Dual channel sensors, in addition to the single channel, have an internal reference within the sensor itself. This second internal reference (or channel) can be an extra light source, a second detector, or multiple spectral filters on the same detector.
Both categories have advantages and disadvantages.
A dual channel sensor is made by two separate emitters, where one main emitter is doing the continuous measurements and the reference emitter will measure at lesser time intervals (e.g. once/day). The idea is that the wear and deterioration in the reference emitter will be negligible compared to the main one so that the sensor for the reference emitter can assume a fixed reference state from its factory calibration. The main emitter could light up about 40,000 more times than the reference emitter over the NDIR sensor lifespan.
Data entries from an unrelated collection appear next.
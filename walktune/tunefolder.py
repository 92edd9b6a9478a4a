"""Read the draws of a folder written by ``walktune tune``.

A tuning run's folder holds ``advice.json`` and ``draws.npz``: one array per
proof run, shaped (chains, steps, d), keyed by the run's name with ``-``
written ``_`` (``tuned_covariance``), the pilot's stages one after another
(``pilot``), and ``parameter_names``. One run is read: the one asked for, or
by default the run advice.json recommends, else the tuned covariance run.
"""

from __future__ import annotations

import json
from pathlib import Path

import numpy as np

from .chainfiles import ChainData
from .errors import WalktuneError

NAMES_KEY = "parameter_names"
DEFAULT_RUN = "tuned-covariance"


def _key(run: str) -> str:
    return run.replace("-", "_")


def _draws_file(path: Path) -> Path | None:
    """draws.npz of a tune folder (the folder itself or the file); None when ``path`` is not one."""
    if path.is_dir():
        candidate = path / "draws.npz"
        if not candidate.exists():
            raise WalktuneError(f"{path} is a folder without draws.npz; give a folder written by walktune tune.")
        return candidate
    if path.suffix.lower() != ".npz" or not path.exists():
        return None
    try:
        with np.load(path, allow_pickle=False) as archive:
            keys = set(archive.files)
    except (ValueError, OSError, EOFError):
        return None  # the general reader gives the error
    # walktune's layout: names plus several draws arrays, or advice.json beside the file.
    if NAMES_KEY in keys and (len(keys) > 2 or (path.parent / "advice.json").exists()):
        return path
    return None


def is_tune_output(paths) -> bool:
    """True when ``paths`` is one folder written by ``walktune tune`` or its draws.npz."""
    paths = [Path(p) for p in ([paths] if isinstance(paths, (str, Path)) else paths)]
    return len(paths) == 1 and _draws_file(paths[0]) is not None


def _recommended(folder: Path) -> str | None:
    advice = folder / "advice.json"
    if not advice.exists():
        return None
    try:
        payload = json.loads(advice.read_text())
    except (OSError, ValueError):
        raise WalktuneError(f"{advice} is not readable JSON; give --run to choose a run.") from None
    recommended = payload.get("recommended") if isinstance(payload, dict) else None
    return recommended.get("proposal") if isinstance(recommended, dict) else None


def _refuse_thinned_pilot(folder: Path, run: str) -> None:
    """The pilot's stages stored every k-th state (advice.json ``pilot_draws_kept_every``) with k differing
    between stages: an IACT in stored draws would be in no one unit of steps, so they are not inspected."""
    advice = folder / "advice.json"
    if _key(run) != "pilot" or not advice.exists():
        return
    try:
        kept = json.loads(advice.read_text()).get("pilot_draws_kept_every") or []
    except (OSError, ValueError, AttributeError):
        return
    if any(k != 1 for k in kept):
        raise WalktuneError(
            f"the pilot's draws in {folder} were stored thinned, every {min(kept)}-th to {max(kept)}-th state by "
            "stage (pilot_draws_kept_every in advice.json), so their IACT and ESS cannot be given in steps; "
            "inspect a proof run instead (--run tuned-covariance)."
        )


def read_tune_output(path, run: str | None = None) -> tuple[ChainData, str]:
    """The draws of one run of a ``walktune tune`` folder, with the parameter names.

    Parameters
    ----------
    path : str or Path
        The folder, or its ``draws.npz``.
    run : str, optional
        A run's name as advice.json's comparison gives it (``step-sizes``,
        ``tuned-covariance``, ``pilot``, ...). Default: the recommended run,
        else ``tuned-covariance``.

    Returns
    -------
    data : ChainData
        Draws of shape (chains, steps, d) and the names of the d parameters.
    run : str
        The name of the run read.
    """
    path = Path(path)
    draws_file = _draws_file(path)
    if draws_file is None:
        raise WalktuneError(f"{path} is not a folder written by walktune tune nor its draws.npz.")
    with np.load(draws_file, allow_pickle=False) as archive:
        keys = [k for k in archive.files if k != NAMES_KEY]
        runs = {k: k.replace("_", "-") for k in keys}
        if run is None:
            recommended = _recommended(draws_file.parent)
            run = recommended if recommended is not None and _key(recommended) in runs else DEFAULT_RUN
        if _key(run) not in runs:
            raise WalktuneError(f"{draws_file} has no run {run!r}; runs: {', '.join(sorted(runs.values()))}.")
        _refuse_thinned_pilot(draws_file.parent, run)
        draws = archive[_key(run)]
        names = [str(n) for n in archive[NAMES_KEY].reshape(-1)] if NAMES_KEY in archive.files else None
    if draws.ndim != 3 or draws.dtype.kind not in "fiu":
        raise WalktuneError(f"{draws_file}: run {run!r} is not numeric draws shaped (chains, steps, params).")
    if names is None or len(names) != draws.shape[2]:
        names = [f"theta[{i}]" for i in range(draws.shape[2])]
    return ChainData(draws=draws, names=names, sources=[str(draws_file)], layout="chains,draws,params"), run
Receiving energy from the reference emitter, and comparing it to the main one, can then be used to predict and offset the resulting deterioration in the signal strength of the main emitter. However, this does not work very well in practice, since there are many more causes to drift and ageing than only from emitter signal deterioration. Additionally, this setup comes with a higher price and makes for more cramped electronics or larger total sensor size.
A dual channel made by two separate detectors, where one detector will see the spectral absorption of the measured gas and the second, reference, detector will always, and only, measure with a spectral filter where no gases are absorbing anything. This way, the sensor can relate the effects of a deteriorating emitter (such as dimmed optics or other reasons that could be resulting in changes in energy reaching both detectors) with each measurement. The flaw in this setup is that it assumes that the ratio in received energy between the two detectors can only be fixed (i.e. will always remain the same), which is not true. Over time, the Signal to Noise-ratio worsens due to the finite energy output, which needs to be split between two detectors.
The single channel is much simpler in its setup. There is no internal referencing between channels that can go wrong. The only references these sensors will use are external ones, which will then include all possible states of decay and drift from all the individual components internally. Either they use known calibration gases directly or they keep a reference of the strongest irradiated energy received by the detector during a set time period in memory. This memory reference will be assumed to correlate with the fresh air baseline (i.e. the lowest concentration that the absorbing gas can naturally reach). When exposure to this baseline is likely to repeat sporadically, the sensor will repeatedly have this near-fixed reference point to compensate all its internal components throughout its entire lifespan. The single channel proves a simpler, more minimalistic, and more efficient solution for quality measurements over time.
So, when are dual channel sensors more useful? Well, over time, they tend not to be, but during the time closest to their factory calibration, before their internal referencing starts acting up, they do have the always available (not yet harmful) internal reference to make immediate self-adjustments and calibration. This can give them great measurement accuracy out-of-the-box. A single channel sensor can have poor out-of-the-box performance, as it will need to sample the sporadic fresh air baseline and become complete enough through such cycles to correct whatever drifts it endured during transportation and final product assembly or installation.